The Supreme Court Decides On The Pre-Entry English Test Requirement

Five years ago, in November 2010 the Immigration Rules were changed, and for the first time required foreign partner of a British citizen or a person settled in the United Kingdom to pass an English language test of compitance before coming to live in the UK with their partner.

 

Some people in certain countries found it difficult to pass this test, particularly those in rural areas where there are a lack of schools and facilities to learn the English language.
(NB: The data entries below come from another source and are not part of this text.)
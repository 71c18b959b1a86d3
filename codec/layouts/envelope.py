"""The frame envelope every layout shares: sync marker, length field, CRC, wrapping.

A frame is ``sync(16) | version(4) ... | crc(16)``.  The receiver reads the
version nibble, then the length field by the rule the layout of that version
declares (:class:`codec.layouts.registry.LengthField`, looked up in the
registry), checks the CRC under the profile's :class:`FrameKey`, and only
then trusts any other field.  Two length rules exist:

* ``fixed16``: a 16-bit length in bytes 3 and 4 (after the version and flags
  nibbles): layout 1 and the gap-mask frame;
* ``flagged``: a long flag at bit 20, then an 11-bit length, or a 27-bit one
  when the flag is set: layouts 2 to 4.

Written down in ``FRAME_LAYOUT.md`` ("Envelope", "Profile check").
"""

from __future__ import annotations

import binascii
import hashlib
from dataclasses import dataclass, field

import numpy as np

from .crc import crc16_ibm3740, crc16_span

__all__ = [
    "SYNC",
    "CRC_BYTES",
    "GAP_KIND",
    "EXTENT_BYTES",
    "SHORT_LENGTH_BITS",
    "LONG_LENGTH_BITS",
    "FrameKey",
    "frame_extent",
    "frame_extents",
    "frame_crc_ok",
    "frames_crc_ok",
    "wrap_frames",
]

SYNC = b"\xe3\x5a"
CRC_BYTES = 2
#: Version nibble of the gap-mask frame kind (layout in ``gapmask.py``), valid beside any version.
GAP_KIND = 15
#: Most bytes from a frame's start any length rule reads (layout 1's fixed header).
EXTENT_BYTES = 17
#: Length field of the ``flagged`` rule: 11 bits, or 27 with the long flag set.
SHORT_LENGTH_BITS = 11
LONG_LENGTH_BITS = 27
_GAP_MIN_BYTES = 12  # header (5 bytes with the sync marker), the smallest inner frame without
#                     its sync and CRC (4), one byte of runs, CRC (gapmask.py)


def _rules() -> tuple[np.ndarray, np.ndarray, np.ndarray]:
    """Per version nibble: rule kind (0 none, 1 fixed16, 2 flagged), smallest length, bytes read."""
    from .registry import length_rules

    kind, minimum, need = length_rules()
    kind, minimum, need = kind.copy(), minimum.copy(), need.copy()
    kind[GAP_KIND], minimum[GAP_KIND], need[GAP_KIND] = 1, _GAP_MIN_BYTES, 5
    return kind, minimum, need


def frame_extent(mv: memoryview, pos: int) -> int | None:
    """Length in bytes claimed by the frame whose sync marker is at ``pos``.

    This is the envelope rule a receiver uses before it trusts anything else:
    None when the bytes cannot start a frame of a layout version we know (too
    short to hold its length field, unknown version, impossible length).
    Stream search never depends on how a payload is coded.
    """
    if pos + len(SYNC) + 2 > len(mv) or mv[pos : pos + len(SYNC)] != SYNC:
        return None
    u = np.frombuffer(bytes(mv[pos : pos + EXTENT_BYTES]), dtype=np.uint8)
    length, _ = frame_extents(u, np.zeros(1, np.int64))
    return int(length[0]) if length[0] >= 0 else None


def frame_extents(u: np.ndarray, pos: np.ndarray) -> tuple[np.ndarray, np.ndarray]:
    """:func:`frame_extent` of the candidates at byte ``pos`` of ``u`` (sync markers there).

    Returns ``(length, need)``: the claimed length (-1 where
    :func:`frame_extent` gives None) and the bytes from ``pos`` the envelope
    rule read (a candidate nearer the end than that is undecided).  Whole-array.
    """
    kinds, minimum, needs = _rules()
    pos = np.asarray(pos, dtype=np.int64)
    pad = np.concatenate([u, np.zeros(EXTENT_BYTES, np.uint8)]).astype(np.int64)
    b0 = pad[pos + 2]
    version = b0 >> 4
    kind = kinds[version]
    w16 = (pad[pos + 3] << 8) | pad[pos + 4]
    w27 = ((b0 << 24) | (pad[pos + 3] << 16) | (pad[pos + 4] << 8) | pad[pos + 5]) & (
        (1 << LONG_LENGTH_BITS) - 1)
    w11 = ((b0 & 7) << 8) | pad[pos + 3]
    flagged_long = (kind == 2) & ((b0 & 0x08) > 0)
    need = np.select([kind == 1, flagged_long], [needs[version], len(SYNC) + 4], len(SYNC) + 2)
    need = np.maximum(need, len(SYNC) + 2)
    length = np.select(
        [kind == 1, flagged_long, kind == 2],
        [np.where(w16 >= minimum[version], w16, -1),
         np.where(w27 >= (1 << SHORT_LENGTH_BITS), w27, -1),
         np.where(w11 >= minimum[version], w11, -1)], -1)
    length = np.where(pos + need <= u.size, length, -1)
    return length, need


@dataclass(frozen=True)
class FrameKey:
    """The profile's share of every frame's CRC (``FRAME_LAYOUT.md``, "Profile check").

    A frame's CRC-16/IBM-3740 runs over an implicit prefix, then the frame's
    bytes after the sync marker up to the CRC.  The prefix is never sent:
    it is SHA-256(``digest`` || frame length as 4 bytes big-endian), where
    ``digest`` is the 32-byte profile digest
    (:func:`codec._profile.profile_digest`), so a frame made under another
    profile fails its CRC like a damaged one, and each frame length gets an
    independent check.  The CRC register after the prefix (the initial value
    for the frame's own bytes) is cached per length.
    """

    digest: bytes
    _inits: dict = field(default_factory=dict, compare=False, repr=False)

    def prefix(self, length: int) -> bytes:
        """The implicit prefix of a frame of ``length`` bytes."""
        return hashlib.sha256(self.digest + int(length).to_bytes(4, "big")).digest()

    def init(self, length: int) -> int:
        """CRC register after the prefix of a frame of ``length`` bytes."""
        v = self._inits.get(length)
        if v is None:
            if len(self._inits) >= 1 << 16:  # bounded: a long hostile stream claims many lengths
                self._inits.clear()
            v = self._inits[length] = crc16_ibm3740(self.prefix(length))
        return v

    def inits(self, lengths: np.ndarray) -> np.ndarray:
        """:meth:`init` of every length (one hash per distinct length)."""
        uniq, inv = np.unique(np.asarray(lengths, dtype=np.int64), return_inverse=True)
        vals = np.fromiter((self.init(v) for v in uniq.tolist()), dtype=np.uint16,
                           count=uniq.size)
        return vals[inv.reshape(-1)]


def frame_crc_ok(mv: memoryview, pos: int, length: int, key: FrameKey) -> bool:
    """Whether the frame at ``pos`` of ``length`` bytes passes its CRC under ``key``."""
    end = pos + length
    if end > len(mv):
        return False
    return binascii.crc_hqx(mv[pos + len(SYNC) : end - CRC_BYTES], key.init(length)) == \
        int.from_bytes(mv[end - CRC_BYTES : end], "big")


def frames_crc_ok(states: np.ndarray, u: np.ndarray, pos: np.ndarray, length: np.ndarray,
                  key: FrameKey) -> np.ndarray:
    """CRC verdicts of whole candidate frames at ``pos`` (each inside ``u``), whole-array.

    ``states`` are :func:`codec.layouts.crc.crc16_prefix_states` of ``u``: each check
    costs the same whatever the length the candidate claims.
    """
    end = pos + length
    field_ = (u[end - 2].astype(np.uint16) << 8) | u[end - 1]
    return crc16_span(states, pos + len(SYNC), end - CRC_BYTES, key.inits(length)) == field_


def wrap_frames(body: np.ndarray, body_bytes: np.ndarray, key: FrameKey) -> np.ndarray:
    """Frames from their bodies: sync marker + body + CRC-16 (under ``key``), back to back.

    ``body`` holds every frame's bytes between the sync marker and the CRC, frame
    after frame; ``body_bytes`` gives each frame's share.  Every layout version
    ends its frames this way, so the envelope rule can check any of them.
    """
    body_bytes = np.asarray(body_bytes, dtype=np.int64)
    length = body_bytes + len(SYNC) + CRC_BYTES
    out = np.empty(int(length.sum()), dtype=np.uint8)
    ostart = np.cumsum(length) - length
    bstart = np.cumsum(body_bytes) - body_bytes
    dest = np.repeat(ostart + len(SYNC) - bstart, body_bytes) + np.arange(body.size)
    out[dest] = body
    out[ostart[:, None] + np.arange(len(SYNC))] = np.frombuffer(SYNC, np.uint8)
    # CRC of the implicit prefix (``FrameKey``: the register it leaves starts each frame's
    # CRC) then the body, one C call per frame: a sender knows where its frames are, so
    # it needs none of the receiver's prefix scan (about ten times the work per byte)
    mv = memoryview(np.ascontiguousarray(body, dtype=np.uint8))
    inits = key.inits(length).tolist()
    crc = np.fromiter((binascii.crc_hqx(mv[a : a + n], i) for a, n, i in
                       zip(bstart.tolist(), body_bytes.tolist(), inits)),
                      dtype=np.int64, count=len(inits))
    cpos = ostart + length - CRC_BYTES
    out[cpos] = crc >> 8
    out[cpos + 1] = crc & 0xFF
    return out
The result was inevitably that the foreign partner or spouse would be prevented from joining their partner in the UK.

 

It should be noted that such tests establishing compitancy in the English language was of itself not new within the Immigration Rules, however, what was new, was the barring of spouses and partners from the country without first having passed a test.

 

Since 2007, spouses and partners applying for settlement inside the UK, were required to show their knowledge and integration into the United Kingdom by passing a test titled ‘Life in the UK’.

 

Data suggest that the number of spouses and partners failing the ‘Life in the UK’ test was never high. This is an indication that once spouses and partners are admitted into the United Kingdom, they have a far higher chance of learning the English language.

 

In any event, the 2010 language requirement caused particular concern for certain communities, particularly those from the India, Pakistan, and Bangladesh communities where marriage to partners from those countries is most common. They perceived the rule as a discriminatory measure which aimed to limit spousal migration from those and similar areas and a hinderance to their family life. They thus sought to challenge the validity of this requirement in November 2010, before it had come into force.

 

The Supreme Court ruled that the English language requirement had the aim of assisting the foreign partner’s integration into British society at an early stage. It was not difficult to see the benefits to integration of even a basic level of English language skills. It was not difficult to see a rational connection between the measure and the aim that the rule sought to achieve.

 

Although integration through a shared language skills was principally achieved through spouse or partner’s settlement stage, where they would pass a ‘Life in the UK’ test, the Court found that, there was some benefit to integration and cohesion in requiring a very basic level of language at the outset, before the partner had even come to the country.

 

There would be substantial interference with the family rights of certain people. For example, people living in remote rural areas may experience serious difficulties in gaining access to suitable tuition, which might only be obtainable at unreasonable cost. There might also be some for whom getting to a test centre would be impossible or prohibitively expensive.

 

There might be some benefit in declaring that the application of the rule would be incompatible with the right to a private family life under the Human Rights Art.8, in cases where it was impracticable for a person to learn English or take the test in their country of origin. The Court advised that the Government may need to make some exemptions to the rule. The court will be waiting for the applicant to make a request for such a declaration.

 

This judgement may be viewed as harsh for foreign spouses and partners that are finding it difficult to pass the test and will be prevented from living together with their partner interminably. Foreign spouses and partners have demonstrated since 2007, that they are able to learn English and pass the more challenging test of ‘Life in the UK’ within 2 years of being admitted into the UK.